# Fluval Spec Filter Too Strong



## cowboy (Apr 14, 2013)

Hi,

I just bought a fluval spec and as I've read the filter is too strong even on the lowest setting. Just to share a tip, for the short term I bought a plastic plant that's used by turtles etc and is held on by a suction cup. The plant I thought would be far to pokie but its slowed down the water flow and the fish loves hiding in the plant. 

Hope this helps someone until they can find a permanent solution. 

Cheers


----------



## cowboy (Apr 14, 2013)

PS. the plant is the one on the right hand side


----------



## ModFish (Apr 15, 2013)

There are a few options for mods. Check this thread

http://www.bettafish.com/showthread.php?t=128565

Page 15 or 16 someone has posted the best mod I've see but takes some hunting to find the parts... Links are provided in the mod posting.

There are several options listed here.
http://www.bettafish.com/showthread.php?t=164705

You'll really like the first link. Please participate.


----------



## cowboy (Apr 14, 2013)

*Update*

Hey, thanks for the info, really appreciate it. I bought this tank for my other boy who died the day he was supposed to go in it. I've found another mod that someone has done.

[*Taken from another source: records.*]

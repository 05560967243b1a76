"""A small frame-model builder for the engine tests.

A test describes a frame (nodes, elements, sections, braces, supports, moment diagrams), the builder
writes it as canonical CSV files to a folder under ``tmp_path`` (units: coordinates and positions in
m, moments in kN·m, section dimensions in mm, stresses in MPa), loads it with
:func:`readers.load_model` and builds the layout with :func:`engine.layout.build_layout`. The
returned :class:`Built` answers the questions the tests ask, in metres and kN·m, so that expected
values can be written the way they were worked out by hand.

Every model here is invented.
"""

from __future__ import annotations

import csv
import math
from collections.abc import Callable, Iterable, Sequence
from dataclasses import dataclass
from pathlib import Path

import numpy as np
import pandas as pd
import pytest
from flangewise import readers
from flangewise.engine.layout import Layout, build_layout

#: Invented I-sections: name -> (d, b, tf, tw, r [mm], fy [MPa]).
SECTIONS: dict[str, tuple[float, float, float, float, float, float]] = {
    "S1": (407.0, 178.0, 12.8, 7.7, 10.0, 350.0),
    "S2": (310.0, 165.0, 9.7, 5.8, 8.0, 350.0),
}

MM_PER_M = 1000.0
NMM_PER_KNM = 1.0e6

#: A moment diagram given as a function of the global point (x, y, z) [m] -> M [kN·m].
MomentField = Callable[[float, float, float], float]


class FrameBuilder:
    """An editable frame model, written as canonical CSV files on demand."""

    def __init__(self, folder: Path) -> None:
        self.folder = folder
        self.nodes: dict[str, tuple[float, float, float]] = {}
        self.elements: list[tuple[str, str, str, str, str | None]] = []
        self.sections = dict(SECTIONS)
        self.forces: list[tuple[str, str, float, float]] = []
        self.braces: list[tuple[str, str]] = []
        self.supports: list[tuple[str, str]] = []
        self.settings: str | None = None

    # ---- describing the frame -------------------------------------------------------------

    def node(self, node_id: str, x: float, y: float, z: float) -> FrameBuilder:
        """Add a node at (x, y, z) [m]."""
        self.nodes[node_id] = (float(x), float(y), float(z))
        return self

    def element(
        self,
        element_id: str,
        start: str,
        end: str,
        section: str = "S1",
        member: str | None = None,
    ) -> FrameBuilder:
        """Add an element drawn from ``start`` to ``end`` (optionally with a user member id)."""
        self.elements.append((element_id, start, end, section, member))
        return self

    def brace(self, node_id: str, flange: str) -> FrameBuilder:
        """Brace ``flange`` ("top", "bottom" or "both") at a node."""
        self.braces.append((node_id, flange))
        return self

    def support(self, node_id: str, restrains: str = "all") -> FrameBuilder:
        """Support a node."""
        self.supports.append((node_id, restrains))
        return self

    def length(self, element_id: str) -> float:
        """Return an element's length [m] from its node coordinates."""
        _, start, end, _, _ = self._element(element_id)
        return math.dist(self.nodes[start], self.nodes[end])

    def moments(
        self,
        element_id: str,
        combination: str,
        positions: Sequence[float],
        values: Sequence[float],
    ) -> FrameBuilder:
        """Add force rows: M [kN·m] at positions [m] from the element's start node as drawn."""
        for p, m in zip(positions, values, strict=True):
            self.forces.append((element_id, combination, float(p), float(m)))
        return self

    def moment_field(
        self,
        combination: str,
        field: MomentField,
        elements: Iterable[str] | None = None,
        stations: int = 5,
    ) -> FrameBuilder:
        """Add force rows sampled from a moment field of the global point.

        Each element gets ``stations`` equally spaced positions measured from its start node as
        drawn; the moment at a position is ``field`` at that point in space. An element drawn
        backwards therefore gets the same diagram in space as one drawn forwards.
        """
        chosen = [e[0] for e in self.elements] if elements is None else list(elements)
        for element_id in chosen:
            _, start, end, _, _ = self._element(element_id)
            a, b = np.array(self.nodes[start]), np.array(self.nodes[end])
            length = float(np.linalg.norm(b - a))
            for t in np.linspace(0.0, 1.0, stations):
                x, y, z = a + t * (b - a)
                m = field(float(x), float(y), float(z))
                self.forces.append((element_id, combination, float(t * length), float(m)))
        return self

    def _element(self, element_id: str) -> tuple[str, str, str, str, str | None]:
        for row in self.elements:
            if row[0] == element_id:
                return row
        raise KeyError(element_id)

    # ---- writing and loading --------------------------------------------------------------

    def write(self, shuffle: np.random.Generator | None = None) -> Path:
        """Write every table (and ``flangewise.toml`` if settings are given); return the folder.

        Elements with no force rows at all get zero moments at both ends in every combination
        (``C0`` when there is none), so that member-only tests need not invent diagrams.
        With ``shuffle``, the data rows of every table are written in a random order.
        """
        self.folder.mkdir(parents=True, exist_ok=True)
        combos = list(dict.fromkeys(c for _, c, _, _ in self.forces)) or ["C0"]
        with_forces = {e for e, _, _, _ in self.forces}
        forces = list(self.forces)
        for element_id, *_ in self.elements:
            if element_id not in with_forces:
                length = self.length(element_id)
                forces += [(element_id, c, p, 0.0) for c in combos for p in (0.0, length)]
        has_member = any(e[4] is not None for e in self.elements)
        tables: dict[str, tuple[list[str], list[list[str]]]] = {
            "nodes": (
                ["id", "x", "y", "z"],
                [[n, *map(repr, xyz)] for n, xyz in self.nodes.items()],
            ),
            "elements": (
                ["id", "start", "end", "section"] + (["member"] if has_member else []),
                [
                    [i, s, e, sec] + ([m or ""] if has_member else [])
                    for i, s, e, sec, m in self.elements
                ],
            ),
            "sections": (
                ["name", "d", "b", "tf", "tw", "r", "fy"],
                [[name, *map(repr, dims)] for name, dims in self.sections.items()],
            ),
            "forces": (
                ["element", "combination", "position", "M"],
                [[e, c, repr(p), repr(m)] for e, c, p, m in forces],
            ),
            "braces": (["node", "flange"], [list(b) for b in self.braces]),
            "supports": (["node", "restrains"], [list(s) for s in self.supports]),
        }
        for table, (header, rows) in tables.items():
            if shuffle is not None:
                rows = [rows[i] for i in shuffle.permutation(len(rows))]
            with open(self.folder / f"{table}.csv", "w", newline="", encoding="utf-8") as fh:
                out = csv.writer(fh)
                out.writerow(header)
                out.writerows(rows)
        if self.settings is not None:
            (self.folder / "flangewise.toml").write_text(self.settings, encoding="utf-8")
        return self.folder

    def load(self, shuffle: np.random.Generator | None = None) -> readers.Model:
        """Write the files and load them."""
        return readers.load_model(self.write(shuffle))

    def build(self, shuffle: np.random.Generator | None = None) -> Built:
        """Write, load and lay out the model."""
        model = self.load(shuffle)
        return Built(model, build_layout(model))


@dataclass(frozen=True)
class Built:
    """A loaded model and its layout, with questions answered in m and kN·m."""

    model: readers.Model
    layout: Layout

    @property
    def member_names(self) -> list[str]:
        """Member ids in the order of the members table."""
        return [str(m) for m in self.layout.members.table.index]

    def member_of(self, element_id: str) -> str:
        """The member an element belongs to."""
        return str(self.layout.members.elements.loc[element_id, "member"])

    def elements_of(self, member: str) -> list[str]:
        """The member's elements in member order."""
        el = self.layout.members.elements
        own = el[el["member"] == member].sort_values("order")
        return [str(e) for e in own.index]

    def chains(self) -> set[tuple[str, ...]]:
        """Every member as the tuple of its elements in order."""
        return {tuple(self.elements_of(m)) for m in self.member_names}

    def length_m(self, member: str) -> float:
        """A member's length [m]."""
        return float(self.layout.members.table.loc[member, "length"]) / MM_PER_M

    def segments(self, member: str, flange: str | None = None) -> pd.DataFrame:
        """Segments of a member (optionally one flange's), with start, end and length in m added."""
        t = self.layout.segments.table
        t = t[t["member"] == member]
        if flange is not None:
            t = t[t["flange"] == flange]
        return t.assign(
            start_m=t["s_start"] / MM_PER_M,
            end_m=t["s_end"] / MM_PER_M,
            length_m=t["length"] / MM_PER_M,
        )

    def bounds(self, member: str, flange: str) -> list[tuple[float, float]]:
        """(start, end) [m] of a member's segments of one flange, in order along the member."""
        s = self.segments(member, flange)
        return list(zip(s["start_m"].tolist(), s["end_m"].tolist(), strict=True))

    def pair(self, segment: str, combination: str) -> pd.Series:
        """The diagram record (compressed, demand [N·mm]) of one segment in one combination."""
        d = self.layout.diagrams
        row = self.layout.segments.table.index.get_loc(segment)
        code = d.combinations.index(combination)
        hit = d.pairs[(d.pairs["segment"] == row) & (d.pairs["combination"] == code)]
        assert len(hit) == 1, f"{len(hit)} diagram runs for {segment} in {combination}"
        return hit.iloc[0]

    def demand_knm(self, segment: str, combination: str) -> float:
        """A segment's demand [kN·m] in one combination (0 when its flange is not compressed)."""
        return float(self.pair(segment, combination)["demand"]) / NMM_PER_KNM

    def compressed(self, segment: str, combination: str) -> bool:
        """Whether the segment's flange is in compression in the combination."""
        return bool(self.pair(segment, combination)["compressed"])

    def diagram(self, segment: str, combination: str) -> tuple[np.ndarray, np.ndarray]:
        """A segment's diagram: x [m from the segment's start] and m [kN·m, + compresses flange]."""
        d = self.layout.diagrams
        row = self.layout.segments.table.index.get_loc(segment)
        code = d.combinations.index(combination)
        runs = np.flatnonzero(
            (d.pairs["segment"].to_numpy() == row) & (d.pairs["combination"].to_numpy() == code)
        )
        assert len(runs) == 1, f"{len(runs)} diagram runs for {segment} in {combination}"
        lo, hi = d.offsets[runs[0]], d.offsets[runs[0] + 1]
        return d.x[lo:hi] / MM_PER_M, d.m[lo:hi] / NMM_PER_KNM


@pytest.fixture
def frame(tmp_path: Path) -> Callable[..., FrameBuilder]:
    """Return a factory of empty frame builders, each writing to its own sub-folder."""
    count = iter(range(10_000))
    return lambda name=None: FrameBuilder(tmp_path / (name or f"model{next(count)}"))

They've installed the two little fishes 1/2 ball valve to the filter hose. I'm picking one up tomorrow. They are around 6 bucks in Canada.


----------



## ModFish (Apr 15, 2013)

cowboy said:


> Hey, thanks for the info, really appreciate it. I bought this tank for my other boy who died the day he was supposed to go in it. I've found another mod that someone has done. They've installed the two little fishes 1/2 ball valve to the filter hose. I'm picking one up tomorrow. They are around 6 bucks in Canada.


You might want to read Fluval thread as some people were concerned about the ball valve damaging the pump. FYI


----------



## cowboy (Apr 14, 2013)

Crap! Thank you


----------